* Task brief *
From the listing below, output only the lines starting at the line that has "let xk = x + k as f64 * PITCH;" and ending at the line that has "the gain stage.", exactly as they appear, ends included.

* Stored data *
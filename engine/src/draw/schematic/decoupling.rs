//! The supply decoupling block, below the signal rows: for each rail a bar with the rail's
//! name, a bus from it, and hanging from the bus to ground the rail's local capacitors (each
//! labelled with its designator, its value and the amplifier whose supply pin it serves)
//! and its bulk capacitor. The capacitors are found by their roles
//! ([`PartRole::LocalDecoupling`], [`PartRole::BulkDecoupling`]); nodes only say which rail
//! a capacitor hangs from. A rail with many amplifiers continues on a further bus, and the
//! buses of several rails share a row while the width allows.

use super::sheet::{Sheet, INK, PITCH, SPAN, X0};
use crate::circuit::{PartKind, PartRole, GND};
use crate::draw::svg::Anchor;

/// Drop from the caption to the rail bar, and from the bar to the bus.
const CAPTION_DROP: f64 = 42.0;
const STUB: f64 = 28.0;
/// Height of one row of buses (caption excluded): bar, bus, capacitors, ground.
const ROW: f64 = 170.0;
/// Room right of a bus's last capacitor for its label, and between two buses.
const LABEL_ROOM: f64 = 70.0;
const GAP: f64 = 40.0;

impl Sheet<'_> {
    /// Draws the decoupling capacitors not placed yet, grouped by rail, below the drawing.
    pub(super) fn decoupling(&mut self) {
        let c = self.c;
        let decoupling = |i: usize| {
            let p = &c.parts[i];
            p.kind == PartKind::Capacitor && p.nodes.len() == 2 && p.role.is_some_and(PartRole::is_decoupling)
        };
        let mut groups: Vec<(String, Vec<usize>)> = Vec::new();
        for r in &self.rails {
            let caps: Vec<usize> = (0..c.parts.len())
                .filter(|&i| !self.done[i] && decoupling(i) && c.parts[i].nodes.contains(&r.node))
                .collect();
            if !caps.is_empty() && !groups.iter().any(|g| g.0 == r.node) {
                groups.push((r.node.clone(), caps));
            }
        }
        if groups.is_empty() {
            return;
        }
        let fs = self.cfg.font_size;
        let (_, _, x1, y1) = self.svg.bounds().unwrap_or((X0, 0.0, X0 + 900.0, 0.0));
        let top = y1 + 60.0;
        let caption = "Supply decoupling: each local capacitor at the supply pin of the amplifier it names";
        self.svg.text(X0, top, caption, fs, Anchor::Start, INK, "bold", "");
        let left = X0 + 40.0;
        let right = x1.max(X0 + 900.0);
        let per_bus = (((right - left - LABEL_ROOM) / PITCH).floor() as usize + 1).max(1);
        let (mut x, mut bar) = (left, top + CAPTION_DROP);
        for (node, caps) in groups {
            for chunk in caps.chunks(per_bus) {
                let width = (chunk.len() - 1) as f64 * PITCH + LABEL_ROOM;
                if x > left && x + width > right {
                    x = left;
                    bar += ROW;
                }
                self.bus(&node, chunk, x, bar);
                x += width + GAP;
            }
        }
    }

    /// One bus: the rail's bar at `(x, bar)`, the bus below it and `caps` hanging from it.
    fn bus(&mut self, node: &str, caps: &[usize], x: f64, bar: f64) {
        let y = bar + STUB;
        self.terminal((x, bar), node, true);
        self.wire((x, bar), (x, y), node, false);
        for (k, &i) in caps.iter().enumerate() {
            let xk = x + k as f64 * PITCH;
            if k > 0 {
                self.wire((xk - PITCH, y), (xk, y), node, false);
            }
            self.two(i, (xk, y), node, (xk, y + SPAN), GND, true);
            let serves = match self.c.parts[i].role {
                Some(PartRole::LocalDecoupling { amplifier, .. }) => format!("for U{amplifier}"),
                _ => "bulk".to_string(),
            };
            if let Some(l) = self.labels.last_mut() {
                l.lines.push(serves);
            }
            self.terminal((xk, y + SPAN), GND, false);
        }
    }
}
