/// Every block of `c`, found by shape; the filter and drive are walked after the gain stage.
pub(super) fn blocks(c: &Circuit) -> Blocks {
    let rails = rails(c);
    let buffer = buffer(c, &rails);
    let tia = if buffer.is_none() { tia(c, &rails) } else { None };
    let inamp = if buffer.is_none() && tia.is_none() { inamp(c, &rails) } else { None };
    let diff = if buffer.is_none() && tia.is_none() && inamp.is_none() { diff(c, &rails) } else { None };
    let (start, skip) = Blocks::start(buffer.as_ref(), tia.as_ref(), "sense");
    let plan = (inamp.is_none() && diff.is_none()).then(|| gain::plan(c, &rails, &start, &skip));
    let sensor = sensor(c, &rails);
    Blocks {
        mode: Mode::Shapes,
        rails,
        sensor,
        emf: Some("emf".to_string()),
        pin: "adc".to_string(),
        buffer,
        tia,
        inamp,
        diff,
        pre: None,
        plan,
        chain: None,
    }
}

/// The supply rails: bench sources of the supply stage from a node to ground.
fn rails(c: &Circuit) -> Vec<Rail> {
    c.parts
        .iter()
        .enumerate()
        .filter(|(_, p)| {
            p.bench
                && p.kind == PartKind::VoltageSource
                && p.stage == StageRole::Supply
                && p.nodes.len() == 2
                && p.nodes[1] == GND
                && p.nodes[0] != GND
        })
        .map(|(i, p)| Rail { node: p.nodes[0].clone(), name: p.reference.clone(), volts: p.value, part: i })
        .collect()
}

/// The converter load on `net`: a bench resistor from it to ground.
pub(super) fn load(c: &Circuit, net: &str) -> Option<usize> {
    c.parts
        .iter()
        .position(|p| p.bench && p.kind == PartKind::Resistor && p.nodes.len() == 2 && has(p, net) && has(p, GND))
}

/// The sensor model: a high-impedance sensor's, a photodiode's, or the plain one.
fn sensor(c: &Circuit, rails: &[Rail]) -> Sensor {
    if let Some(h) = high_impedance(c, rails) {
        return Sensor::HighImpedance(h);
    }
    if let Some(d) = photodiode(c) {
        return Sensor::Photodiode(d);
    }
    let vs = c.parts.iter().position(|p| {
        p.bench
            && p.kind == PartKind::VoltageSource
            && p.stage == StageRole::Sensor
            && p.nodes.len() == 2
            && p.nodes[1] == GND
    });
    let emf = vs.and_then(|i| c.parts[i].nodes.first().cloned());
    let rs = emf.as_ref().and_then(|e| {
        c.parts
            .iter()
            .position(|p| p.bench && p.kind == PartKind::Resistor && p.nodes.len() == 2 && has(p, e) && has(p, "sense"))
    });
    // A current sensor (a loop's current) feeds the terminal from ground.
    let is = c.parts.iter().position(|p| {
        p.bench
            && p.kind == PartKind::CurrentSource
            && p.stage == StageRole::Sensor
            && p.nodes.len() == 2
            && p.nodes[0] == GND
    });
    let source = match (vs, rs, emf) {
        (Some(v), Some(r), Some(e)) => Some((v, r, e)),
        _ => None,
    };
    Sensor::Plain(Plain { source, current: is.map(|i| (i, c.parts[i].nodes[1].clone())), term: "sense".to_string() })
}

/// A high-impedance sensor's model, when the bench has one: a lifted return or a `CSENSE`.
fn high_impedance(c: &Circuit, rails: &[Rail]) -> Option<HighZ> {
    let sensor =
        |i: &usize| c.parts[*i].bench && c.parts[*i].stage == StageRole::Sensor && c.parts[*i].nodes.len() == 2;
    let vs = (0..c.parts.len()).filter(sensor).find(|&i| c.parts[i].kind == PartKind::VoltageSource)?;
    let (emf, ret) = (c.parts[vs].nodes[0].clone(), c.parts[vs].nodes[1].clone());
    if emf == ret || emf == "sense" || ret == "sense" {
        return None;
    }
    let rs = (0..c.parts.len())
        .filter(sensor)
        .find(|&i| c.parts[i].kind == PartKind::Resistor && has(&c.parts[i], &emf) && has(&c.parts[i], "sense"))?;
    let cap = |a: &str, b: &str| {
        (0..c.parts.len())
            .filter(sensor)
            .find(|&i| c.parts[i].kind == PartKind::Capacitor && has(&c.parts[i], a) && has(&c.parts[i], b))
    };
    let (series_c, shunt_c) = (cap(&emf, "sense"), cap("sense", &ret));
    let lifted = ret != GND && !rails.iter().any(|r| r.node == ret);
    if !lifted && series_c.is_none() && shunt_c.is_none() {
        return None;
    }
    Some(HighZ { vs, rs, series_c, shunt_c, emf, ret, term: "sense".to_string(), lifted })
}

/// A photodiode's model, when the bench has a current source from a terminal to ground.
fn photodiode(c: &Circuit) -> Option<Diode> {
    let sensor =
        |i: &usize| c.parts[*i].bench && c.parts[*i].stage == StageRole::Sensor && c.parts[*i].nodes.len() == 2;
    let first = (0..c.parts.len()).filter(sensor).find(|&i| {
        c.parts[i].kind == PartKind::CurrentSource && c.parts[i].nodes[1] == GND && c.parts[i].nodes[0] != GND
    })?;
    let term = c.parts[first].nodes[0].clone();
    // The current sources out of the terminal, then the capacitance across them.
    let mut cols: Vec<usize> = (0..c.parts.len())
        .filter(sensor)
        .filter(|&i| {
            c.parts[i].kind == PartKind::CurrentSource && c.parts[i].nodes[0] == term && c.parts[i].nodes[1] == GND
        })
        .collect();
    cols.extend(
        (0..c.parts.len())
            .filter(sensor)
            .filter(|&i| c.parts[i].kind == PartKind::Capacitor && has(&c.parts[i], &term) && has(&c.parts[i], GND)),
    );
    Some(Diode { cols, term })
}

* Answer box *
            let xk = x + k as f64 * PITCH;
            if k > 0 {
                self.wire((xk - PITCH, y), (xk, y), node, false);
            }
            self.two(i, (xk, y), node, (xk, y + SPAN), GND, true);
            let serves = match self.c.parts[i].role {
                Some(PartRole::LocalDecoupling { amplifier, .. }) => format!("for U{amplifier}"),
                _ => "bulk".to_string(),
            };
            if let Some(l) = self.labels.last_mut() {
                l.lines.push(serves);
            }
            self.terminal((xk, y + SPAN), GND, false);
        }
    }
}
/// Every block of `c`, found by shape; the filter and drive are walked after the gain stage.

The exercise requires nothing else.